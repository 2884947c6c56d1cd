"""`drawerfit plan` with a chain build through the command line, on SQLite and on
PostgreSQL: the plan's JSON, `--commit` as one build whose lines keep both stages'
roles, `builds undo` giving back a byte-identical `stock export`, and bad chain
entries refused with one line naming file, line and field.

The drawer is small and invented; the pieces are counted by hand from it.
"""

from __future__ import annotations

import csv
import json

from click.testing import CliRunner

from drawerfit.cli import cli

DRAWER = """\
kind,value,qty,tolerance,power,voltage,dielectric,location,min_qty,hfe_min,hfe_max,ft,cob
resistor,680R,12,5%,0.25W,,,A1,,,,,
resistor,3k3,20,5%,0.25W,,,A2,,,,,
resistor,33k,20,5%,0.25W,,,A3,,,,,
capacitor,100u,30,20%,,25V,electrolytic,B1,,,,,
npn,GP-N1,8,,,,,L1,,100,300,250M,4p
"""

CHAIN = """\
topology = ["ce", "cc"]
supply_v = 9.0
load_ohm = "1k"
source_ohm = "1k"
gain_db = 30.0
gain_tol_db = 3.0
f_low_max_hz = 100
thd_max_pct = "none"
"""

LIST = """\
[[build]]
request = "chain.toml"
count = 2

[[build]]
name = "buffer"
[build.request]
topology = "cc"
supply_v = 9.0
load_ohm = "1k"
source_ohm = "1k"
f_low_max_hz = 100
thd_max_pct = "none"
"""

#: few candidates, no pricing: the bookkeeping is under test here
QUICK = ("--pricing-time", "0", "--candidates", "4", "--search-time", "10")


def _bench(store_url, tmp_path):
    runner = CliRunner()

    def run(*args):
        return runner.invoke(cli, ["--db", store_url, *args])

    def write(name, text):
        p = tmp_path / name
        p.write_text(text)
        return str(p)

    def export(name):
        r = run("stock", "export", str(tmp_path / name))
        assert r.exit_code == 0, r.output
        return (tmp_path / name).read_bytes()

    r = run("stock", "import", write("drawer.csv", DRAWER))
    assert r.exit_code == 0, r.output
    write("chain.toml", CHAIN)
    return run, write, export


def test_chain_commit_is_one_build_and_undo_restores_the_export(store_url, tmp_path):
    run, write, export = _bench(store_url, tmp_path)
    before = export("before.csv")
    r = run("plan", write("list.toml", LIST), "--json", "--commit", *QUICK)
    assert r.exit_code == 0, r.output
    d = json.loads(r.stdout)
    assert d["feasible"]
    chain = d["builds"][0]
    (alloc,) = chain["allocations"]                      # identical copies: one design
    design = alloc["design"]
    assert alloc["copies"] == 2 and design["topology"] == ["ce", "cc"]
    # pieces by hand: every role's pieces and both transistors, per copy
    per_copy = sum(p["count"] for pick in design["parts"].values() for p in pick["pieces"]) + 2
    buffer = d["builds"][1]["allocations"][0]["design"]
    buf_copy = sum(p["count"] for pick in buffer["parts"].values() for p in pick["pieces"]) + 1
    shown = json.loads(run("builds", "show", str(d["build_id"]), "--json").stdout)
    assert shown["copies"] == 3
    assert sum(p["count"] for p in shown["pieces"]) == 2 * per_copy + buf_copy
    transistors = sum(p["count"] for p in shown["pieces"] if p.get("kind") == "npn")
    assert transistors == 2 * 2 + 1
    r = run("builds", "show", str(d["build_id"]))
    assert r.exit_code == 0, r.output
    assert "S1.Q" in r.stdout and "S2.Q" in r.stdout and "S1.RC" in r.stdout
    # the chain line's sheet from what the build stores: both stages, both transistors
    r = run("builds", "show", str(d["build_id"]), "--sheet", str(tmp_path / "sheets"))
    assert r.exit_code == 0, r.output
    with open(tmp_path / "sheets" / "1-chain" / "parts.csv", encoding="utf-8") as f:
        rows = {row["role"]: row for row in csv.DictReader(f)}
    assert rows["S1.Q"]["pieces"] == rows["S2.Q"]["pieces"] == "2"
    assert set(design["parts"]) <= set(rows)
    assert (tmp_path / "sheets" / "1-chain" / "sheet.html").is_file()
    r = run("builds", "undo", str(d["build_id"]))
    assert r.exit_code == 0, r.output
    assert export("after.csv") == before


def test_chain_plan_view_names_each_stage_and_what_is_not_proven(store_url, tmp_path):
    run, write, _ = _bench(store_url, tmp_path)
    r = run("plan", write("list.toml", LIST), "--pricing-time", "5", "--candidates", "4",
            "--search-time", "10")
    assert r.exit_code == 0, r.output
    assert "S1 GP-N1 (npn) ← L1" in r.stdout and "S2 GP-N1 (npn) ← L1" in r.stdout
    assert "designs the chain search offered for chain.toml" in " ".join(r.stdout.split())


def _one_line(r, *needles):
    assert r.exit_code == 2, r.output
    lines = r.stderr.strip().splitlines()
    assert len(lines) == 1 and lines[0].startswith("drawerfit: "), r.stderr
    for n in needles:
        assert n in lines[0], lines[0]


def test_a_chain_the_search_does_not_design_is_refused_on_one_line(store_url, tmp_path):
    run, write, export = _bench(store_url, tmp_path)
    before = export("before.csv")
    write("cc-ce.toml", 'topology = ["cc", "ce"]\nsupply_v = 9.0\n')
    r = run("plan", write("list.toml", '[[build]]\nrequest = "cc-ce.toml"\n'))
    _one_line(r, "list.toml:2", "build[1].request.topology", '["cc", "ce"]')
    r = run("plan", write("list3.toml", '[[build]]\n[build.request]\nsupply_v = 9.0\n'
                                        'topology = ["ce", "cc"]\ncoupling = "wire"\n'))
    _one_line(r, "list3.toml:5", "build[1].request.coupling")
    assert export("after.csv") == before


CASCODE = """\
[[build]]
name = "cascode"
count = 2
[build.request]
topology = "cascode"
supply_v = 9.0
load_ohm = "10k"
source_ohm = "1k"
gain_db = 20.0
gain_tol_db = 3.0
thd_max_pct = "none"
"""


def test_a_cascode_build_commits_shows_its_sheet_and_undoes(store_url, tmp_path):
    """A cascode (one name, its own unprefixed roles) goes through the plan as a chain
    column: both transistors counted, its topology stored as the one name (not as its
    letters), the sheet drawn from the stored build, and undo giving the export back."""
    run, write, export = _bench(store_url, tmp_path)
    before = export("before.csv")
    r = run("plan", write("list.toml", CASCODE), "--json", "--commit", *QUICK)
    assert r.exit_code == 0, r.output
    d = json.loads(r.stdout)
    assert d["feasible"]
    (alloc,) = d["builds"][0]["allocations"]
    design = alloc["design"]
    assert design["topology"] == "cascode" and {"R1", "R2", "R3", "RC"} <= set(design["parts"])
    shown = json.loads(run("builds", "show", str(d["build_id"]), "--json").stdout)
    assert sum(p["count"] for p in shown["pieces"] if p.get("kind") == "npn") == 2 * 2
    r = run("builds", "show", str(d["build_id"]), "--sheet", str(tmp_path / "sheets"))
    assert r.exit_code == 0, r.output
    assert (tmp_path / "sheets" / "sheet.html").is_file()       # one line: no sub-folder
    r = run("builds", "undo", str(d["build_id"]))
    assert r.exit_code == 0, r.output
    assert export("after.csv") == before


#: The drawer without its capacitor: a chain can be built only with capacitors bought.
NO_CAPS = "\n".join(line for line in DRAWER.splitlines() if not line.startswith("capacitor"))
BUY_LIST = """\
[[build]]
request = "chain.toml"
count = 2

[purchase]
series = "E12"
cap_series = "E6"
pack = 10
"""


def test_chain_build_with_purchases_commits_and_undoes(store_url, tmp_path):
    runner = CliRunner()

    def run(*args):
        return runner.invoke(cli, ["--db", store_url, *args])

    (tmp_path / "drawer.csv").write_text(NO_CAPS + "\n")
    assert run("stock", "import", str(tmp_path / "drawer.csv")).exit_code == 0
    (tmp_path / "chain.toml").write_text(CHAIN)
    (tmp_path / "list.toml").write_text(BUY_LIST)

    def export(name):
        r = run("stock", "export", str(tmp_path / name))
        assert r.exit_code == 0, r.output
        return (tmp_path / name).read_bytes()

    def held():
        with open(tmp_path / "now.csv", newline="", encoding="utf-8") as f:
            return sum(int(r["qty"]) for r in csv.DictReader(f))

    before = export("before.csv")
    export("now.csv")
    n0 = held()
    r = run("plan", str(tmp_path / "list.toml"), "--json", "--commit", *QUICK)
    assert r.exit_code == 0, r.output
    d = json.loads(r.stdout)
    assert d["feasible"] and d["purchases"] and d["cost"] > 0
    (alloc,) = d["builds"][0]["allocations"]
    assert alloc["copies"] == 2 and alloc["design"]["topology"] == ["ce", "cc"]
    # pieces by hand: every role's pieces and both transistors per copy; those the order
    # supplies ("used") do not leave the drawer, the rest do
    per_copy = sum(p["count"] for pick in alloc["design"]["parts"].values()
                   for p in pick["pieces"]) + 2
    used = sum(p["used"] for p in d["purchases"])
    assert 0 < used <= 2 * per_copy
    export("now.csv")
    assert n0 - held() == 2 * per_copy - used
    r = run("builds", "undo", str(d["build_id"]))
    assert r.exit_code == 0, r.output
    assert export("after.csv") == before
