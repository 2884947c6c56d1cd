"""Bookkeeping through the command line, on SQLite and on PostgreSQL: builds, orders,
receiving into bins, stock-takes, transistor figures, empty bins.

Expected quantities are counted by hand from the small invented drawer below (or
from the demo drawer, as in test_cli_plan.py, whose stand-in search this file
borrows); the planner's search is not under test here.
"""

from __future__ import annotations

import csv
import json
from importlib import resources
from types import SimpleNamespace

import pytest
from click.testing import CliRunner

from drawerfit.cli import cli
from tests.drawerfit.circuits import CE_PARTS
from tests.drawerfit.test_cli_plan import (
    BUFFER,
    FIXED,
    PREAMP,
    TWENTY_PREAMPS_E24,
    TWO,
    fake_search,
)

DRAWER = """\
kind,value,qty,tolerance,power,voltage,dielectric,location,min_qty,hfe_min,hfe_max,ft,cob
resistor,47k,5,5%,0.25W,,,A1,,,,,
resistor,10k,5,5%,0.25W,,,A2,,,,,
resistor,4k7,5,5%,0.25W,,,A3,,,,,
resistor,220R,5,5%,0.25W,,,A4,,,,,
resistor,820R,5,5%,0.25W,,,A5,,,,,
resistor,1k0,0,5%,0.25W,,,A6,,,,,
capacitor,47u,3,20%,,25V,electrolytic,B1,,,,,
capacitor,1u,3,20%,,50V,electrolytic,B2,,,,,
capacitor,1u,4,10%,,50V,film,B3,,,,,
npn,GP-N1,6,,,,,L1,8,100,300,250M,3p5
"""

CIRCUIT = """\
topology = "ce"
supply_v = 12.0
load_ohm = "10k"
source_ohm = "600"
transistor = "GP-N1"
""" + CE_PARTS


@pytest.fixture
def bench(store_url, tmp_path, monkeypatch):
    """The CLI against a store on each database; ``stock`` maps id -> qty, ``export``
    gives the bytes of `stock export`."""
    monkeypatch.setattr("optimiser.search.search", fake_search)
    runner = CliRunner()

    def run(*args):
        return runner.invoke(cli, ["--db", store_url, *args])

    def stock():
        r = run("stock", "list", "--json")
        assert r.exit_code == 0, r.output
        return {row["id"]: row["qty"] for row in json.loads(r.stdout)}

    def export(name="export.csv"):
        path = tmp_path / name
        r = run("stock", "export", str(path))
        assert r.exit_code == 0, r.output
        return path.read_bytes()

    def write(name, text):
        p = tmp_path / name
        p.write_text(text)
        return str(p)

    return SimpleNamespace(run=run, stock=stock, export=export, write=write, tmp=tmp_path)


def _demo(bench):
    demo = resources.files("drawerfit") / "data" / "demo_stock.csv"
    r = bench.run("stock", "import", str(demo))
    assert r.exit_code == 0, r.output
    bench.write("preamp.toml", PREAMP)
    bench.write("buffer.toml", BUFFER)


def _drawer(bench):
    r = bench.run("stock", "import", bench.write("drawer.csv", DRAWER))
    assert r.exit_code == 0, r.output


def _refused(bench, r, *needles):
    """Exit 2, one `drawerfit: …` line per problem containing every needle."""
    assert r.exit_code == 2, r.output
    lines = r.stderr.strip().splitlines()
    assert lines and all(ln.startswith("drawerfit: ") for ln in lines), r.stderr
    for n in needles:
        assert n in r.stderr, r.stderr


# ------------------------------------------------------------------ builds

def test_commit_is_one_build_and_undo_gives_a_byte_identical_export(bench):
    _demo(bench)
    before = bench.export("before.csv")
    r = bench.run("plan", bench.write("list.toml", TWO), "--json", "--commit", *FIXED)
    assert r.exit_code == 0, r.output
    d = json.loads(r.stdout)
    bid = d["build_id"]
    # 20 copies of a three-part stage and its transistor: 80 pieces, counted by hand
    shown = json.loads(bench.run("builds", "show", str(bid), "--json").stdout)
    assert shown["copies"] == 20 and sum(p["count"] for p in shown["pieces"]) == 80
    assert [ln["request"] for ln in shown["lines"]] == [
        b["request"] for b in d["builds"] for _ in b["allocations"]]
    # each line keeps its own request (for --sheet without a search)
    assert {ln["request"]: ln["design"]["request"]["topology"] for ln in shown["lines"]} == {
        "preamp.toml": "ce", "buffer.toml": "cc"}
    r = bench.run("builds", "show", str(bid))
    assert r.exit_code == 0 and "GP-N1" in r.stdout and "npn" in r.stdout
    r = bench.run("builds", "undo", str(bid))
    assert r.exit_code == 0, r.output
    assert bench.export("after.csv") == before
    r = bench.run("db", "check")
    assert r.exit_code == 0, r.output


def test_builds_add_takes_each_role_from_a_row_of_its_value(bench):
    _drawer(bench)
    ids = {(row["kind"], row["label"], row["location"]): row["id"] for row in json.loads(
        bench.run("stock", "list", "--json").stdout)}
    before, export = bench.stock(), bench.export("before.csv")
    r = bench.run("builds", "add", bench.write("stage.toml", CIRCUIT), "--copies", "2",
                  "--json")
    assert r.exit_code == 0, r.output
    build = json.loads(r.stdout)
    [line] = build["lines"]
    taken = {int(k): v for k, v in line["pieces"].items()}
    # C_IN and C_OUT are both 1u; the first 1u row (B2) holds 3, too few for both roles'
    # 4 pieces, so the second role takes the other row (B3)
    one_u = {ids[("capacitor", "1u0", "B2")], ids[("capacitor", "1u0", "B3")]}
    assert {i for i in taken if i in one_u} == one_u
    assert sum(taken.values()) == 9 * 2             # eight roles and a transistor, 2 copies
    assert taken[ids[("npn", "GP-N1", "L1")]] == 2
    after = bench.stock()
    assert all(after[i] == before[i] - taken.get(i, 0) for i in before)
    # the + lead of an electrolytic input coupling capacitor goes to the base, whose DC
    # level lies above the source's 0 V (common practice for a CE stage)
    parts = line["design"]["parts"]
    if ids[("capacitor", "1u0", "B2")] in {pc["id"] for pc in parts["C_IN"]["pieces"]}:
        assert parts["C_IN"]["plus"] == "base"
    shown = bench.run("builds", "show", str(build["id"])).stdout
    assert "+ to" in shown and "B1" in shown and "L1" in shown
    r = bench.run("builds", "undo", str(build["id"]))
    assert r.exit_code == 0
    assert bench.export("after.csv") == export


def test_builds_add_value_not_in_stock_names_the_role_and_changes_nothing(bench):
    _drawer(bench)
    before = bench.export("before.csv")
    r = bench.run("builds", "add", bench.write("stage.toml", CIRCUIT.replace('RC = "4k7"',
                                                                              'RC = "5k6"')))
    _refused(bench, r, "stage.toml: parts.RC:", "5k6")
    r = bench.run("builds", "add", bench.write("many.toml", CIRCUIT), "--copies", "6")
    _refused(bench, r, "parts.R1:")                    # 5 pieces of 47k, 6 asked
    assert bench.export("after.csv") == before
    assert json.loads(bench.run("builds", "list", "--json").stdout) == []


# ------------------------------------------------------------------ orders

def _pending(bench):
    r = bench.run("stock", "orders", "--json")
    assert r.exit_code == 0, r.output
    return json.loads(r.stdout)


def test_undone_build_is_no_longer_awaiting_its_orders(bench):
    _demo(bench)
    r = bench.run("plan", bench.write("list.toml", TWENTY_PREAMPS_E24), "--json", "--commit", *FIXED)
    assert r.exit_code == 0, r.output
    bid = json.loads(r.stdout)["build_id"]
    assert sorted((o["kind"], o["qty"], o["build"]) for o in _pending(bench)) == [
        ("capacitor", 10, bid), ("resistor", 10, bid)]
    r = bench.run("builds", "undo", str(bid))
    assert r.exit_code == 0 and "no longer awaited" in r.stdout
    assert _pending(bench) == []
    shown = json.loads(bench.run("builds", "show", str(bid), "--json").stdout)
    assert {o["state"] for o in shown["orders"]} == {"cancelled"}


def test_cancel_an_order_is_logged_and_undoable(bench):
    _demo(bench)
    r = bench.run("plan", bench.write("list.toml", TWENTY_PREAMPS_E24), "--json", "--commit", *FIXED)
    assert r.exit_code == 0, r.output
    first = _pending(bench)[0]["id"]
    r = bench.run("stock", "orders", "cancel", str(first), "--reason", "supplier out")
    assert r.exit_code == 0, r.output
    assert first not in {o["id"] for o in _pending(bench)}
    hist = json.loads(bench.run("stock", "history", "--json", "--limit", "1").stdout)[0]
    assert hist["kind"] == "cancel" and "supplier out" in hist["note"]
    _refused(bench, bench.run("stock", "orders", "cancel", str(first)), "already cancelled")
    _refused(bench, bench.run("stock", "orders", "cancel", "999"), "no order 999")
    r = bench.run("stock", "undo", str(hist["batch"]))
    assert r.exit_code == 0
    assert first in {o["id"] for o in _pending(bench)}


def test_receiving_more_than_ordered_books_it_all_and_closes_the_order(bench):
    _demo(bench)
    order = bench.tmp / "order.csv"
    r = bench.run("plan", bench.write("list.toml", TWENTY_PREAMPS_E24), "--json", "--commit", *FIXED,
                  "--order", str(order))
    assert r.exit_code == 0, r.output
    with open(order, newline="") as f:
        rows = list(csv.DictReader(f))
    for row in rows:                                  # two pieces more of each arrive
        row["qty"] = str(int(row["qty"]) + 2)
        row["location"] = "N1"
    with open(order, "w", newline="") as f:
        w = csv.DictWriter(f, fieldnames=list(rows[0]))
        w.writeheader()
        w.writerows(rows)
    before = bench.stock()
    r = bench.run("stock", "receive", str(order))
    assert r.exit_code == 0, r.output
    # the builds kept 2 of the 4k7 and 6 of the 10u; 8 + 2 and 4 + 2 reach the drawer
    assert sum(bench.stock().values()) - sum(before.values()) == (8 + 2) + (4 + 2)
    assert _pending(bench) == []


def test_receive_needs_a_bin_for_every_row(bench):
    _drawer(bench)
    arrived = bench.write("arrived.csv", "kind,value,qty,location\nresistor,2k2,10,\n"
                                         "resistor,3k3,5,C9\n")
    before = bench.export("before.csv")
    r = bench.run("stock", "receive", arrived)
    _refused(bench, r, "arrived.csv:2: location: empty")
    assert len(r.stderr.strip().splitlines()) == 1
    assert bench.export("after.csv") == before
    r = bench.run("stock", "receive", arrived, "--bin", "C8")
    assert r.exit_code == 0, r.output
    listed = {(row["label"], row["location"]): row["qty"]
              for row in json.loads(bench.run("stock", "list", "--json").stdout)}
    assert listed[("2k2", "C8")] == 10 and listed[("3k3", "C9")] == 5


# ------------------------------------------------------------------ stock-take

def test_stock_take_sets_counts_logs_differences_and_undoes(bench):
    _drawer(bench)
    before = bench.export("before.csv")
    count = bench.write("count.csv", "kind,value,qty,location\nresistor,47k,2,A1\n"
                                     "resistor,47k,1,A1\nresistor,10k,9,A2\n")
    r = bench.run("stock", "take", count)
    assert r.exit_code == 0, r.output
    listed = {(row["label"], row["location"]): row["qty"]
              for row in json.loads(bench.run("stock", "list", "--json").stdout)}
    assert listed[("47k", "A1")] == 3 and listed[("10k", "A2")] == 9
    assert listed[("4k7", "A3")] == 5                 # not in the file: untouched
    hist = json.loads(bench.run("stock", "history", "--json", "--limit", "1").stdout)[0]
    assert hist["kind"] == "take"
    assert sorted(m["change"] for m in hist["movements"]) == [-2, 4]
    # the same content again: done (the counts are already so), with a warning
    r = bench.run("stock", "take", count)
    assert r.exit_code == 0 and "warning" in r.stderr and f"batch {hist['batch']}" in r.stderr
    r = bench.run("stock", "undo", str(hist["batch"] + 1))
    assert r.exit_code == 0
    r = bench.run("stock", "undo", str(hist["batch"]))
    assert r.exit_code == 0
    assert bench.export("after.csv") == before
    r = bench.run("stock", "take", count, "--zero-missing")
    assert r.exit_code == 0
    assert sum(bench.stock().values()) == 3 + 9


def test_importing_the_same_file_twice_warns(bench):
    _drawer(bench)
    r = bench.run("stock", "import", str(bench.tmp / "drawer.csv"))
    assert r.exit_code == 0                            # a warning, not an error
    assert "warning" in r.stderr and "batch 1 (import" in r.stderr
    assert "stock undo 2" in r.stderr


def test_bad_stock_take_changes_nothing(bench):
    _drawer(bench)
    before = bench.export("before.csv")
    r = bench.run("stock", "take", bench.write("bad.csv", "kind,value,qty\nresistor,47k,-1\n"))
    _refused(bench, r, "bad.csv:2: qty:")
    assert bench.export("after.csv") == before


# ------------------------------------------------------------------ transistors, low

def test_stock_add_of_a_known_type_with_other_figures_names_the_figure(bench):
    _drawer(bench)
    before = bench.export("before.csv")
    tid = next(row["id"] for row in json.loads(bench.run("stock", "list", "--json").stdout)
               if row["label"] == "GP-N1")
    r = bench.run("stock", "add", "--kind", "npn", "--value", "GP-N1", "--qty", "2",
                  "--hfe-min", "100", "--hfe-max", "450", "--ft", "250M", "--cob", "3p5",
                  "--location", "L1")
    _refused(bench, r, "hfe_max:", f"hfe_max 450 here, 300 in stock id {tid}")
    assert bench.export("after.csv") == before
    r = bench.run("stock", "add", "--kind", "npn", "--value", "GP-N1", "--qty", "2",
                  "--hfe-min", "100", "--hfe-max", "300", "--ft", "250M", "--cob", "3.5p",
                  "--location", "L1")
    assert r.exit_code == 0, r.output


def test_low_lists_empty_bins_and_its_order_file_round_trips(bench):
    from scipy.constants import mega, pico

    _drawer(bench)
    r = bench.run("stock", "low", "--json")
    low = {row["label"]: row["to_order"] for row in json.loads(r.stdout)}
    assert low == {"1k0": 0, "GP-N1": 8 - 6}          # an empty bin, and one below its level
    order = bench.tmp / "low.csv"
    r = bench.run("stock", "low", "--order", str(order))
    assert r.exit_code == 0 and "A6" in r.stdout
    with open(order, newline="") as f:
        [row] = list(csv.DictReader(f))
    # SI prefixes M = 1e6 and p = 1e-12 (scipy.constants), written as the import reads them
    assert (row["ft"], row["cob"], row["location"], row["qty"]) == ("250M", "3p5", "L1", "2")
    r = bench.run("stock", "receive", str(order))
    assert r.exit_code == 0, r.output
    q = next(x for x in json.loads(bench.run("stock", "list", "--json").stdout)
             if x["label"] == "GP-N1")
    assert q["qty"] == 8
    assert q["ft"] == pytest.approx(250 * mega, rel=1e-12)
    assert q["cob"] == pytest.approx(3.5 * pico, rel=1e-12)
    r = bench.run("stock", "import", str(order))       # the same file through the import
    assert r.exit_code == 0, r.output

» **WORK INSTRUCTIONS**:
Using the listing above, work out how many of its lines include "needles", and give only the result.

» **RESPONSE**:
4